Write exactly, with no line omitted or added, the span beginning at the line that holds "taux: (x, y)" and ending at the last line of the records.

***** Source data

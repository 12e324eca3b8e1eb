import { forcingFromFunctions } from '../forcing/forcing';
import { planeGrid } from '../grid/grid';
import { createModel, setState, type Model } from '../stepper/model';
import type { ModelOptions } from '../stepper/model-options';

/** What a random model has; left out means not. */
export interface RandomModelOptions {
  seed: number;
  periodic?: boolean;
  slip?: 'free' | 'none';
  /** Rows of unequal length, as on a latitude band. */
  band?: boolean;
  viscosityMap?: boolean;
  sponge?: boolean;
  more?: Partial<ModelOptions>;
}

/** Numbers in [0, 1) from a seed (a linear congruential generator, Knuth's MMIX constants in 32 bits). */
export function randomNumbers(seed: number): () => number {
  let state = seed >>> 0;
  return () => {
    state = (Math.imul(state, 1664525) + 1013904223) >>> 0;
    return state / 2 ** 32;
  };
}

/**
 * A small model about the equator with random land, random state and a wind that varies in space and time; drag, damping
 * and viscosity on. For specs of identities that hold for any state.
 */
export function randomModel(options: RandomModelOptions): Model {
  const { seed, periodic = false, slip = 'free', band = false, viscosityMap = false, sponge = false, more } = options;
  const random = randomNumbers(seed);
  const [nx, ny, dx, dy] = [21, 16, 5e4, 4e4];
  const grid = planeGrid({
    nx,
    ny,
    dx,
    dy,
    y0: -8 * dy,
    periodic,
    f: (y) => 2.3e-11 * y,
    beta: 2.3e-11,
    isWater: () => random() > 0.2,
  });
  if (band) {
    grid.dxC.forEach((_, j) => (grid.dxC[j] = dx * Math.cos((j + 0.5 - ny / 2) / ny)));
    grid.dxV.forEach((_, j) => (grid.dxV[j] = dx * Math.cos((j - ny / 2) / ny)));
  }
  const forcing = forcingFromFunctions(grid, [
    { taux: (x, y) => 0.05 + y * 1e-8 + x * 1e-9, tauy: (x) => x * 1e-8, factor: (step) => 1 + 0.1 * (step % 7) },
  ]);
  const field = (rows: number, columns: number, scale: number) =>
    Float64Array.from({ length: rows * columns }, () => scale * random());
  const seam = (values: Float64Array, rows: number, columns: number) => {
    // The corner at nx is that at 0.
    if (periodic) for (let j = 0; j < rows; j++) values[j * columns + columns - 1] = values[j * columns];
    return values;
  };
  const model = createModel({
    grid,
    dt: 3000,
    reducedGravity: 0.03,
    restThickness: 200,
    rayleigh: 1e-6,
    viscosity: 3000,
    damping: 1e-7,
    slip,
    forcing,
    viscosityMap: viscosityMap
      ? { cell: field(ny, nx, 4000), corner: seam(field(ny + 1, nx + 1, 4000), ny + 1, nx + 1) }
      : null,
    sponge: sponge
      ? {
          u: seam(field(ny, nx + 1, 1e-5), ny, nx + 1),
          v: field(ny + 1, nx, 1e-5),
          cell: field(ny, nx, 1e-5),
        }
      : null,
    ...more,
  });
  setState(model, {
    eta: () => 20 * (random() - 0.5),
    u: () => 0.4 * (random() - 0.5),
    v: () => 0.4 * (random() - 0.5),
  });
  return model;
}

**********

### Response to this exercise
    { taux: (x, y) => 0.05 + y * 1e-8 + x * 1e-9, tauy: (x) => x * 1e-8, factor: (step) => 1 + 0.1 * (step % 7) },
  ]);
  const field = (rows: number, columns: number, scale: number) =>
    Float64Array.from({ length: rows * columns }, () => scale * random());
  const seam = (values: Float64Array, rows: number, columns: number) => {
    // The corner at nx is that at 0.
    if (periodic) for (let j = 0; j < rows; j++) values[j * columns + columns - 1] = values[j * columns];
    return values;
  };
  const model = createModel({
    grid,
    dt: 3000,
    reducedGravity: 0.03,
    restThickness: 200,
    rayleigh: 1e-6,
    viscosity: 3000,
    damping: 1e-7,
    slip,
    forcing,
    viscosityMap: viscosityMap
      ? { cell: field(ny, nx, 4000), corner: seam(field(ny + 1, nx + 1, 4000), ny + 1, nx + 1) }
      : null,
    sponge: sponge
      ? {
          u: seam(field(ny, nx + 1, 1e-5), ny, nx + 1),
          v: field(ny + 1, nx, 1e-5),
          cell: field(ny, nx, 1e-5),
        }
      : null,
    ...more,
  });
  setState(model, {
    eta: () => 20 * (random() - 0.5),
    u: () => 0.4 * (random() - 0.5),
    v: () => 0.4 * (random() - 0.5),
  });
  return model;
}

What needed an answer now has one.